Est-ce à cet alinéa que Montesquieu faisait allusion dans une lettre qu’il écrivait, le 17 juillet 1747, à l’abbé de Guasco ? Il lui annonce qu’il a « jugé à propos de retrancher… le chapitre sur le stathoudérat » provisoirement et pour des raisons politiques. S’il s’agissait là d’un chapitre proprement dit et nouveau, notre auteur se serait pressé singulièrement d’ajouter à son ouvrage les observations que lui inspirait l’élévation si récente de Guillaume IV d’Orange.

Des raisons d’ordre plus intime rendent compte d’une série d’autres suppressions.

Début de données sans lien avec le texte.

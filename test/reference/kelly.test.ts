import { describe, expect, it } from 'vitest';
import type { DenseRiskModel } from '../../src/linalg/risk-model.js';
import { expectedUtility, kelly, kellyMomentsFallback } from '../../src/optimize/kelly.js';
import type { ConstraintSet } from '../../src/optimize/types.js';
import { ex3Covariance } from '../helpers/reference-data.js';

// Outside checks for the scenario Kelly solver. Values: Kelly (1956), Bell System Technical
// Journal 35(4); Thorp (2006), "The Kelly criterion in blackjack, sports betting and the stock
// market", ch. 9; as listed in the project's shared REFERENCES.md ("Kelly and log utility").

/** Cash (return 0 in every scenario) and one bet paying +b on a win and −1 on a loss. */
function binaryBetScenarios(b: number): Float64Array {
  return Float64Array.from([0, b, 0, -1]);
}

function longOnlyBudget(n: number): ConstraintSet {
  return { n, lower: new Float64Array(n), upper: new Float64Array(n).fill(Infinity), budget: 1, groups: [] };
}

/** Growth g(f) = p·log(1 + b f) + (1 − p)·log(1 − f) of the binary bet (Kelly 1956). */
function growth(p: number, b: number, f: number): number {
  return p * Math.log(1 + b * f) + (1 - p) * Math.log(1 - f);
}

describe('binary bet as a two-scenario market (Kelly 1956; Thorp 2006)', () => {
  it('p = 0.6, b = 1: f* = p − (1−p)/b = 0.2, growth 0.020135513551 per bet', () => {
    const result = kelly(binaryBetScenarios(1), 2, longOnlyBudget(2), { scenarioWeights: Float64Array.from([0.6, 0.4]) });
    expect(Math.abs(result.weights[1] - 0.2)).toBeLessThan(1e-9);
    expect(Math.abs(result.weights[0] - 0.8)).toBeLessThan(1e-9);
    expect(Math.abs(result.growthRate - 0.020135513551)).toBeLessThan(1e-11);
    expect(result.diagnostics.converged).toBe(true);
    expect(result.diagnostics.kktResidual).toBeLessThan(1e-9);
  });

  it('probabilities by replicated rows (3 wins, 2 losses) give the same bet as weights 0.6/0.4', () => {
    const rows = Float64Array.from([0, 1, 0, 1, 0, 1, 0, -1, 0, -1]);
    const result = kelly(rows, 5, longOnlyBudget(2));
    expect(Math.abs(result.weights[1] - 0.2)).toBeLessThan(1e-9);
    expect(Math.abs(result.growthRate - 0.020135513551)).toBeLessThan(1e-11);
  });

  it('p = 0.5, b = 2: f* = 0.25, growth 0.058891517828; growth at 2f* is exactly 0', () => {
    const p = Float64Array.from([0.5, 0.5]);
    const result = kelly(binaryBetScenarios(2), 2, longOnlyBudget(2), { scenarioWeights: p });
    expect(Math.abs(result.weights[1] - 0.25)).toBeLessThan(1e-9);
    expect(Math.abs(result.growthRate - 0.058891517828)).toBeLessThan(1e-11);
    // Betting twice the Kelly fraction: 0.5·log(2) + 0.5·log(0.5) = 0 (Thorp 2006).
    const twice = Float64Array.from([0.5, 0.5]);
    expect(Math.abs(expectedUtility(binaryBetScenarios(2), 2, twice, 1, p))).toBeLessThan(1e-15);
    expect(growth(0.5, 2, 0.5)).toBeCloseTo(0, 15);
  });

  it('fractional Kelly f = 0.5 (CRRA γ = 2) bets less, at the power-utility optimum', () => {
    // Power utility u(W) = (W^{1−γ} − 1)/(1 − γ) (MacLean, Thorp & Ziemba 2011 read fractional
    // Kelly f as γ = 1/f). Its first-order condition for the binary bet,
    // p·b·(1 + b x)^{−γ} = (1 − p)·(1 − x)^{−γ}, gives x = (k − 1)/(b + k), k = (p b/(1 − p))^{1/γ}
    // (derived here; with γ = 1 it reduces to Kelly's p − (1 − p)/b).
    for (const [p, b] of [
      [0.6, 1],
      [0.5, 2],
    ]) {
      const weights = Float64Array.from([p, 1 - p]);
      const full = kelly(binaryBetScenarios(b), 2, longOnlyBudget(2), { scenarioWeights: weights });
      const half = kelly(binaryBetScenarios(b), 2, longOnlyBudget(2), { scenarioWeights: weights, fraction: 0.5 });
      const k = Math.sqrt((p * b) / (1 - p));
      const exact = (k - 1) / (b + k);
      expect(Math.abs(half.weights[1] - exact)).toBeLessThan(1e-9);
      expect(half.weights[1]).toBeLessThan(full.weights[1]);
      // Close to, but not exactly, half the full bet: the "f·f*" rule is exact only in the
      // continuous lognormal limit (MacLean, Thorp & Ziemba 2011).
      expect(Math.abs(half.weights[1] - 0.5 * full.weights[1]) / (0.5 * full.weights[1])).toBeLessThan(0.06);
      expect(half.diagnostics.kktResidual).toBeLessThan(1e-9);
    }
  });
});

describe('continuous approximation F* = Σ⁻¹(μ − r) (Thorp 2006; example computed in REFERENCES.md)', () => {
  it('moments fallback (mean-variance with λ = γ = 1) with a cash asset paying r reproduces F*', () => {
    // Assets: cash with return r = 0.03 and zero variance, then the three risky assets; no
    // position limits. With Σw = 1 the cash holding absorbs the budget, so the risky weights
    // solve max (μ − r)ᵀw − ½wᵀΣw, i.e. F* = Σ⁻¹(μ − r). Cash makes the covariance singular,
    // which the solver handles exactly (augmented reduced systems, see qp-hessian.ts).
    // Risky block: EX3 (REFERENCES.md), σ = (0.15, 0.20, 0.25), correlation [[1,.3,.2],[.3,1,.4],[.2,.4,1]].
    const risky = ex3Covariance();
    const n = 4;
    const cov = new Float64Array(n * n);
    for (let i = 0; i < 3; i++) for (let j = 0; j < 3; j++) cov[(i + 1) * n + (j + 1)] = risky[i * 3 + j];
    const model: DenseRiskModel = { kind: 'dense', n, cov };
    const mean = Float64Array.from([0.03, 0.08, 0.1, 0.12]);
    const free: ConstraintSet = { n, lower: new Float64Array(n).fill(-Infinity), upper: new Float64Array(n).fill(Infinity), budget: 1, groups: [] };
    const result = kellyMomentsFallback(model, mean, free, { fraction: 1 });
    const expected = [1.532102022867, 0.925241864556, 0.960070360598];
    for (let i = 0; i < 3; i++) expect(Math.abs(result.weights[i + 1] - expected[i])).toBeLessThan(1e-9);
    expect(Math.abs(result.weights[0] - (1 - expected.reduce((a, b) => a + b, 0)))).toBeLessThan(1e-9);
    expect(result.diagnostics.kktResidual).toBeLessThan(1e-9);
    // Half Kelly halves the risky positions exactly in this approximation (λ = 2).
    const half = kellyMomentsFallback(model, mean, free, { fraction: 0.5 });
    for (let i = 0; i < 3; i++) expect(Math.abs(half.weights[i + 1] - expected[i] / 2)).toBeLessThan(1e-9);
  });
});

C’est un sentiment de modestie qui détermina sans doute au retranchement de cet aveu : « J’ai du plaisir quand je trouve l’occasion de faire voir le rapport que les lois civiles ont avec les lois politiques : chose que je ne sache pas que personne ait faite avant moi[1]. »

La bienveillance native de Montesquieu lui a fait omettre la phrase dédaigneuse où, niant que les Romains honorassent le commerce, il disait : « M. Huet a ramassé et calfeutré tous les passages qui peuvent le faire croire[2]. »

Enfin, c’est par respect pour le génie, même quand il

  1. Livre VI, chap. xv.
  2. Livre XXI, chap. xiv.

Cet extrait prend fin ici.